Sundaresan berpendapat bahwa pemberitahuan Dewan Eksaminasi 22 Desember yang merekomendasikan sertifikat U/A 16+ dengan 14 potongan hanya merupakan langkah sementara dan bukan keputusan legislatif akhir di bawah Aturan Film (Certifikasi).
Di tengah kontroversi adalah keputusan CBFC pada awal Januari untuk mengirim film ini ke dewan review, beberapa hari sebelum peluncuran yang dijadwalkan pada 9 Januari di Pongal, mengutip sebuah keluhan yang menimbulkan kekhawatiran tentang “perasaan agama dan perwakilan angkatan bersenjata”.
Menantang perintah hakim tunggal, CBFC berpendapat bahwa presiden mereka bertindak dalam kekuasaan hukum mereka dengan mengirim film untuk revisi baru setelah menerima keluhan dan bahwa dewan belum membuat keputusan akhir tentang sertifikasi. Sundaresan mengatakan bahwa produsen mengetahui laporan 5 Januari tentang Komite Audit dan mereka bisa membantahnya, tetapi tidak melakukannya. Meskipun, ia berpendapat, hakim tunggal melakukan pembatalan hukuman tanpa permintaan tertulis dari surat perintah certiorari.
CBFC juga mencatat bahwa hakim tunggal tidak memberi waktu minimal untuk menjawab, sehingga secara efektif memutuskan masalah hukum yang kompleks dalam satu hari sidang.

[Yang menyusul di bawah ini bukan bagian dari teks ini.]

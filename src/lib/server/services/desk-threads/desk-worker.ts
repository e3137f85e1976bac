/**
 * What the authoring desk asks of the bench, in a thread of its own: checking an exercise draws scenes, and proving one
 * sweeps thousands of rows.
 */
import type { Exercise } from '$lib/schemas/exercise';
import type { ExercisePreview, SignalPreview, TextFault } from '$lib/schemas/preview-view';
import type { ProofResult } from '$lib/schemas/proof-view';
import { BenchError } from '$lib/server/bench/bench-error';
import { ExerciseError } from '$lib/server/bench/exercise/exercise-error';
import { parseExerciseText } from '$lib/server/bench/exercise/parse-exercise';
import { previewExercise } from '$lib/server/bench/exercise/preview-exercise';
import { proofResult } from '$lib/server/bench/proof/proof-result';
import { proveSeeds } from '$lib/server/bench/proof/prove-exercise';
import type { SeedProof } from '$lib/server/bench/proof/prove-seed';
import { computeFigure } from '$lib/server/bench/figure/compute-figure';
import { startValues } from '$lib/server/bench/figure/choices';
import type { Figure, FigureChoice } from '$lib/schemas/figure';
import type { FigureState } from '$lib/schemas/figure-view';
import type { ContentError } from '$lib/server/content/content-error';
import { treeOfFiles } from '$lib/server/content/content-tree';
import type { CourseContent } from '$lib/server/content/course-content';
import { figuresIn } from '$lib/server/content/read-lesson';
import { ContentError as Fault } from '$lib/server/content/content-error';
import { readCourse } from '$lib/server/content/read-course';
import { answerInThread } from '../process/answer-in-thread';

export type CourseFault = Pick<ContentError, 'file' | 'line' | 'field' | 'reason'>;

/** What can be asked, by name, and what is answered. */
export interface DeskWork {
	/** An exercise's text: its faults, or the signal of one seed. */
	preview: { asked: { text: string; slug: string; seed: number }; answer: ExercisePreview };
	/** A lesson's text: its figures as they start, or its first fault. */
	figures: {
		asked: { text: string };
		answer: { faults: TextFault[]; figures: { figure: Figure; start: FigureState }[] };
	};
	turn: { asked: { text: string; id: string; values: FigureChoice[] }; answer: FigureState | null };
	/** A whole course: what it holds, or every fault; and the exercises that were checked anew. */
	course: {
		asked: { name: string; files: Map<string, Uint8Array>; checked: Map<string, Exercise> };
		answer: { content: CourseContent | null; faults: CourseFault[]; checked: Map<string, Exercise> };
	};
	parse: { asked: { text: string }; answer: Exercise };
	prove: { asked: { exercise: Exercise; fromSeed: number; seeds: number }; answer: SeedProof[] };
	result: { asked: { exercise: Exercise; fromSeed: number; proofs: SeedProof[] }; answer: ProofResult };
}
export type DeskTask = { [K in keyof DeskWork]: { do: K } & DeskWork[K]['asked'] }[keyof DeskWork];

/** Where this module is: in a build, its chunk. */
export const workerUrl = import.meta.url;

export function work(task: DeskTask): DeskWork[keyof DeskWork]['answer'] {
	switch (task.do) {
		case 'preview':
			return preview(task);
		case 'figures':
			return figures(task.text);
		case 'turn': {
			const figure = figuresIn(task.text, 'lesson.md').find(({ id }) => id === task.id);
			const offered = figure?.controls.every(({ choices }, i) => choices.includes(task.values[i]));
			return figure && offered ? computeFigure(figure, task.values) : null;
		}
		case 'course':
			return course(task);
		case 'parse':
			return parseExerciseText(task.text, 'exercise');
		case 'prove':
			return proveSeeds(task.exercise, { seeds: task.seeds, fromSeed: task.fromSeed });
		case 'result':
			return proofResult(task.exercise, task.fromSeed, task.proofs);
	}
}

function preview({ text, slug, seed }: DeskWork['preview']['asked']): ExercisePreview {
	const refused = (field: string, message: string, line: number | null = null): ExercisePreview => ({
		faults: [{ field, message, line }],
		signal: null
	});
	try {
		const exercise = parseExerciseText(text, '');
		if (exercise.slug !== slug) return refused('slug', `must be the file’s name, ${slug}`, 1);
		return { faults: [], signal: swept(exercise, seed) };
	} catch (cause) {
		if (cause instanceof ExerciseError) {
			const faults = cause.issues.map(({ field, message, line = null }) => ({ field, message, line }));
			return { faults, signal: null };
		}
		if (cause instanceof BenchError) return refused(cause.field, cause.message);
		throw cause;
	}
}

function swept(exercise: Exercise, seed: number): SignalPreview {
	try {
		return previewExercise(exercise, seed);
	} catch (cause) {
		if (cause instanceof ExerciseError || !(cause instanceof BenchError)) throw cause;
		throw new BenchError(cause.field, `With seed ${seed}: ${cause.message}`);
	}
}

function figures(text: string): DeskWork['figures']['answer'] {
	try {
		const found = figuresIn(text, 'lesson.md');
		return {
			faults: [],
			figures: found.map((figure) => ({ figure, start: computeFigure(figure, startValues(figure)) }))
		};
	} catch (cause) {
		if (!(cause instanceof Fault)) throw cause;
		return { faults: [{ field: cause.field, message: cause.reason, line: cause.line }], figures: [] };
	}
}

function course({ name, files, checked }: DeskWork['course']['asked']): DeskWork['course']['answer'] {
	const faults: CourseFault[] = [];
	const known = new Set(checked.keys());
	const content = readCourse(treeOfFiles(name, files), checked, ({ file, line, field, reason }) =>
		faults.push({ file, line, field, reason })
	);
	return { content, faults, checked: new Map([...checked].filter(([hash]) => !known.has(hash))) };
}

answerInThread('desk', work);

Produsen, KVN Productions, melalui pengacara senior Satish Parasaran, menjawab bahwa pada 22 Desember, Dewan benar-benar menerima rekomendasi dari bank pengawas dan bahwa semua yang tersisa adalah mengeluarkan sertifikat. Parasaran mengatakan kepada pengadilan bahwa permohonan berikutnya ke Komisi Revisi tiba-tiba, tidak proporsional dan merusak rencana rilis film.
Namun, ketua pengadilan mempertanyakan bagaimana tanggal rilis dapat diumumkan sebelum film menerima sertifikat. Mengungkapkan kekhawatiran tentang prosedur yang diadopsi, pengadilan mencatat bahwa CBFC bahkan tidak memiliki satu hari untuk menanggapi, memperingatkan bahwa pendekatan tersebut dapat membuka prasangka merugikan. Pengadilan juga menolak klaim pembuat bahwa kasus itu diselesaikan dengan cepat karena tidak ada perselisihan faktual, mencatat bahwa urgensi itu diciptakan oleh pembuat sendiri.
Menurut KVN Productions, Jana Nayagan diajukan ke CBFC pada 18 Desember 2025 dan sudah melalui revisi sertifikasi ketika bandingannya ke Komisi Revisi memicu pertempuran hukum saat ini.